I want to know when certain expressions of the form

$ {\Gamma(r_1/m) \Gamma(r_2/m) \ldots \Gamma(r_j/m) \over \Gamma(s_1/m) \Gamma(s_2/m) \ldots \Gamma(s_j/m)} $

are algebraic numbers. These ratios of Γ functions occur in the asymptotic enumeration of certain classes of restricted partitions, but I don't think this is relevant. Also, In the partition problems I'm interested in, it's natural to have $r_1 + \ldots + r_j = s_1 + \ldots + s_j$ but this isn't necessary. This seems to happen with some frequency. For example,a note of Albert Nijenhuis (arXiv:0907.1689) shows that $\Gamma(1/14) \Gamma(9/14) \Gamma(11/14) = 4\pi^{3/2}$; the techniques of the same paper show that $\Gamma(3/14) \Gamma(5/14) \Gamma(13/14) = 2\pi^{3/2}$, so the quotient is in fact 2! Similarly, we can get the identity

$ {\Gamma(1/8) \Gamma(5/8) \Gamma(6/8) \over \Gamma(2/8) \Gamma(3/8) \Gamma(7/8)} = \sqrt{2}$

by applying the duplication formula

$ \Gamma(z) \Gamma(z+1/2) = 2^{1-2z} \sqrt{\pi} \Gamma(2z) $

to the first two factors in the numerator and the last two in the denominator. In trying to prove other identities of this type, the duplication formula, its generalization to the "multiplication formula"

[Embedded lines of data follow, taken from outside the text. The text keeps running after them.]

"""Which centre a claim is about: the one place a claim's atom names are resolved.

A species read as a molecule (a condensed formula, SMILES) has a centre at every
atom with two or more neighbours.  A claim names its atom (``C2 trigonal
planar``), or the middle atom of an angle (``H-C1-H 109°``), or an atom of a
bond (``C1-C2 1.50 Å``); a claim that names none is about the species' centre
when there is one, or when all its centres are alike (the two N of N2H4).
The rules then see the species focused on that centre, with atom names
turned into the names the centre's analysis uses (``H-C1-H`` -> ``H-C-H``),
so every rule reads one centre as it always has.

Whole-molecule claims (polarity, point group, isomer count, magnetism,
unpaired electrons) are not focused.  A name that matches no atom, or a claim
that could be about several unlike centres, is not judged: the reason (with
the molecule's atoms) becomes a finding of its own.
"""

from __future__ import annotations

import dataclasses
from dataclasses import dataclass
from typing import TYPE_CHECKING

from ..notation.model import (
    AngleClaim,
    AngleOrderClaim,
    BondLengthClaim,
    BondLengthValueClaim,
    Claim,
    CouplingClaim,
    HybridizationClaim,
    IsomerCountClaim,
    LonePairClaim,
    MagnetismClaim,
    PointGroupClaim,
    PolarityClaim,
    UnpairedElectronClaim,
)
from .predictions import written_shape

if TYPE_CHECKING:
    from ..chem.analysis import CentreAnalysis, SpeciesAnalysis
    from ..chem.molecule_analysis import MoleculeAnalysis, MoleculeCentre

TARGET_RULES = frozenset({"unknown-atom", "centre-not-named", "terminal-atom"})  # the rules that report a claim with no centre
TERMINAL_CLAIMS = (LonePairClaim, HybridizationClaim)
WHOLE_MOLECULE = (PolarityClaim, PointGroupClaim, IsomerCountClaim, MagnetismClaim, UnpairedElectronClaim)


@dataclass(frozen=True, slots=True)
class Focus:
    """A claim narrowed to the one centre it is about, or why it cannot be."""

    analyses: tuple[SpeciesAnalysis, ...]  # the first species narrowed to the claim's centre
    claim: Claim | None  # with atom names turned into the centre's ligand names
    problem: str | None = None  # why the claim cannot be placed on one centre
    unknown: bool = False  # the problem is a name that matches no atom (not several alike candidates)
    suggestion: str | None = None  # the name the writer probably meant, where one is clear
    translated: bool = False  # atom names in the claim were rewritten for the rules
    terminal: int | None = None  # a lone-pair or hybridization claim about this terminal atom (molecule index)
    centre: str | None = None  # the label of the molecule's centre the claim is about ("C2")


def focus(analyses: tuple[SpeciesAnalysis, ...], claim: Claim | None) -> Focus:
    """The analyses and claim the rules should judge, or the problem that stops them."""
    found = _focus(analyses, claim)
    if found.problem is None and not found.translated and _writes_bond_orders(claim):
        # the rules write angles and bonds with single dashes: a fix would drop the writer's = and ≡
        return dataclasses.replace(found, translated=True)
    return found


def centre_label(analysis: SpeciesAnalysis | None, claim: Claim | None) -> str | None:
    """The label of the one centre of a molecule a claim is about (``C2`` for ``O=C-O`` in CH3COOH), or
    None: a whole-molecule claim, a species read by the single-centre model, or a claim not placed."""
    if analysis is None or claim is None or isinstance(claim, WHOLE_MOLECULE):
        return None
    molecule = analysis.molecule
    if molecule is None or analysis.outside_model is not None:
        return None
    name, others = _names(claim)
    if name is None:
        return None
    found = _resolve(analysis, molecule, name, others[:2])
    return None if isinstance(found, Focus) else found.label


def _writes_bond_orders(claim: Claim | None) -> bool:
    if isinstance(claim, AngleClaim):
        orders: tuple[int, ...] = claim.orders
    elif isinstance(claim, AngleOrderClaim):
        orders = (*claim.left_orders, *claim.right_orders)
    elif isinstance(claim, (BondLengthValueClaim, BondLengthClaim)):
        orders = (claim.order,)
    else:  # no other claim writes bonds
        return False
    return any(order != 1 for order in orders)


def _focus(analyses: tuple[SpeciesAnalysis, ...], claim: Claim | None) -> Focus:
    unchanged = Focus(analyses, claim)
    if claim is None or len(analyses) != 1 or isinstance(claim, WHOLE_MOLECULE):
        return unchanged
    analysis = analyses[0]
    if analysis is None or analysis.outside_model is not None or not analysis.centres:
        return unchanged
    name, others = _names(claim)
    molecule = analysis.molecule
    if molecule is None:
        return _formula_focus(analysis, claim, name, unchanged)
    two_centres = isinstance(claim, AngleOrderClaim) and claim.right[1] != claim.left[1]
    found = _resolve(analysis, molecule, name, others[:2] if two_centres else others)
    if isinstance(found, Focus):
        if found.unknown and name is not None and isinstance(claim, TERMINAL_CLAIMS):
            index = molecule.molecule.index_of(name)
            if index is not None and index in molecule.molecule.terminals:
                # a terminal atom has lone pairs and, by convention, a hybridization: the terminal-atom rule judges them
                return Focus(analyses, claim, f"{name} is a terminal atom", terminal=index)
        return found
    if two_centres and isinstance(claim, AngleOrderClaim):
        other = _resolve(analysis, molecule, claim.right[1], others[2:])
        if isinstance(other, Focus):
            return other
        if other.label != found.label:
            return Focus(analyses, claim, f"the claim compares angles at two centres, {found.label} and "
                         f"{other.label}: Bent's rule orders angles at one centre, so it is not checked")
    centre = found.analysis
    assert centre is not None  # _resolve gives only centres the model analysed
    ligand_names = tuple(_ligand_name(found, other) for other in others)
    several = len(molecule.centres) > 1  # then messages name the atom: "CH3COOH (C1) is claimed ..."
    narrowed = dataclasses.replace(analysis, centres=(centre,),
                                   formula=f"{analysis.formula} ({found.label})" if several else analysis.formula)
    new_claim = _renamed(claim, centre.central, ligand_names)
    # a fix replaces the claim's text; where atom names inside it were rewritten, it would lose them
    # (a named atom before the claim is outside the claim's span, so it stays)
    renamed_inside = claim.atom is None and new_claim != claim
    return Focus((narrowed,), new_claim, translated=renamed_inside, centre=found.label)


def _names(claim: Claim) -> tuple[str | None, tuple[str, ...]]:
    """(the centre's name, the other atom names) a claim gives; None when it names no centre."""
    if isinstance(claim, AngleClaim) and claim.atoms:
        return claim.atoms[1], (claim.atoms[0], claim.atoms[2])
    if isinstance(claim, AngleOrderClaim):
        return claim.left[1], (claim.left[0], claim.left[2], claim.right[0], claim.right[2])
    if isinstance(claim, (BondLengthValueClaim, BondLengthClaim)) and claim.bond:
        return claim.bond[0], (claim.bond[1],)
    if isinstance(claim, CouplingClaim):
        return claim.nuclei[0], ()
    return claim.atom, ()


def _formula_focus(analysis: SpeciesAnalysis, claim: Claim, name: str | None, unchanged: Focus) -> Focus:
    """A species read by the single-centre model: a name must be its centre's element."""
    if claim.atom is None or claim.atom in {c.central for c in analysis.centres}:
        return unchanged
    central = analysis.centres[0].central
    return Focus((analysis,), claim, f"{analysis.formula} is read with one centre, {central}: "
                 f"'{claim.atom}' names no centre of it", unknown=True, suggestion=central)


def _resolve(analysis: SpeciesAnalysis, molecule: MoleculeAnalysis, name: str | None,
             others: tuple[str, ...] = ()) -> MoleculeCentre | Focus:
    """The MoleculeCentre a name means, or a Focus that says why there is none.

    ``others``: the atoms the claim puts around it (the ends of an angle, the other end of a bond);
    of several centres of one element, only those bonded to them are meant (O=C-O in CH3COOH is C2).
    """
    usable = [c for c in molecule.centres if c.analysis is not None]
    if name is None:
        candidates = usable
    elif any(c.label == name for c in molecule.centres):
        candidates = [c for c in molecule.centres if c.label == name]
    else:
        candidates = [c for c in usable if c.element == name]
    if name is not None and not candidates:
        return _unknown(analysis, molecule, name)
    if len(candidates) > 1 and others:
        candidates = [c for c in candidates if _bonded_to_each(c, others)] or candidates
    usable_candidates = [c for c in candidates if c.analysis is not None]
    if not usable_candidates:
        reason = candidates[0].outside_model if candidates else analysis.outside_model
        return Focus((analysis,), None, f"{candidates[0].label} is outside the model: {reason}")
    if others and not any(_bonded_to_each(c, others) for c in usable_candidates):
        # H-N-O in HNO2 (the H is on O): judging N's angles would answer about an atom the claim did not mean
        listed = "; ".join(f"{c.label} is bonded to {', '.join(c.neighbours)}" for c in usable_candidates)
        return Focus((analysis,), None, f"{analysis.formula} has no {name} bonded to {' and '.join(others)} "
                     f"as the claim writes it ({listed})", unknown=True)
    kinds = {_kind(c.analysis) for c in usable_candidates if c.analysis is not None}
    if len(kinds) > 1:
        listed = ", ".join(f"{c.label} {written_shape(c.analysis.shape)}" for c in usable_candidates
                           if c.analysis is not None)
        example = usable_candidates[0].label
        return Focus((analysis,), None, f"{analysis.formula} has several unlike centres ({listed}): "
                     f"name the atom the claim is about, e.g. '{example} ...'")
    return usable_candidates[0]


def _unknown(analysis: SpeciesAnalysis, molecule: MoleculeAnalysis, name: str) -> Focus:
    terminal = next((t for t in molecule.terminals if t.label == name), None)
    atoms = ", ".join(a.label for a in molecule.molecule.atoms)
    if terminal is not None:
        bonded = ", ".join(terminal.neighbours) or "nothing"
        return Focus((analysis,), None, f"{name} is a terminal atom of {analysis.formula} (bonded to {bonded}): "
                     "it has no bond angle or shape of its own", unknown=True)
    element = name.rstrip("0123456789")
    same = [a.label for a in molecule.molecule.atoms if a.element == element]
    suggestion = same[0] if len(same) == 1 else None
    return Focus((analysis,), None, f"no atom of {analysis.formula} is named {name}; its atoms are {atoms}",
                 unknown=True, suggestion=suggestion)


def _bonded_to(centre: MoleculeCentre, others: tuple[str, ...]) -> bool:
    """Whether the centre has a distinct neighbour for each name (atom label, element or group)."""
    if centre.analysis is None:
        return False
    free = list(zip(centre.neighbours, (l.symbol for l in centre.analysis.ligands)))
    for other in others:
        element = _ligand_name(centre, other)
        match = next((pair for pair in free if pair[0] == other), None) \
            or next((pair for pair in free if pair[1] == element), None)
        if match is None:
            return False
        free.remove(match)
    return True


def _bonded_to_each(centre: MoleculeCentre, others: tuple[str, ...]) -> bool:
    """``_bonded_to`` for each pair of names in turn (an angle order names two angles at one centre)."""
    return all(_bonded_to(centre, others[i:i + 2]) for i in range(0, len(others), 2))


def _kind(centre: CentreAnalysis) -> tuple:
    """What makes two centres alike for a claim that names neither."""
    return (centre.central, centre.shape, centre.hybridization, centre.lone_pairs,
            tuple(sorted((l.symbol, l.bond_order) for l in centre.ligands)))


def _ligand_name(centre: MoleculeCentre, name: str) -> str:
    """The centre's ligand name for an atom name ("H2" -> "H") or a group ("OH" -> "O")."""
    known = centre.ligand_name(name)
    if known != name or (centre.analysis is not None and name in {l.label for l in centre.analysis.ligands}):
        return known
    letters = name[:2] if len(name) > 1 and name[1].islower() else name[:1]
    return letters or name


def _renamed(claim: Claim, central: str, others: tuple[str, ...]) -> Claim:
    if isinstance(claim, AngleClaim) and claim.atoms:
        return dataclasses.replace(claim, atoms=(others[0], central, others[1]))
    if isinstance(claim, AngleOrderClaim):
        return dataclasses.replace(claim, left=(others[0], central, others[1]),
                                   right=(others[2], claim.right[1] if claim.right[1] != claim.left[1] else central,
                                          others[3]))
    if isinstance(claim, (BondLengthValueClaim, BondLengthClaim)) and claim.bond:
        return dataclasses.replace(claim, bond=(central, others[0]))
    if claim.atom is not None:
        return dataclasses.replace(claim, atom=central)
    return claim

$\Gamma(z) \Gamma(z+1/k) \cdots \Gamma(z+(k-1)/k) = (2\pi)^{(k-1)/2} k^{1/2-kz} \Gamma(kz)$

and the reflection formula

$ \Gamma(z) \Gamma(1-z) = \pi \csc(\pi z)$

are the most obvious tools. So this seems to be a problem in combinatorial number theory; given an expression of the form in the first displayed equation, when can we use the multiplication and reflection formulas to reduce it to a rational power of some integer times a product of trig functions of rational multiples of π?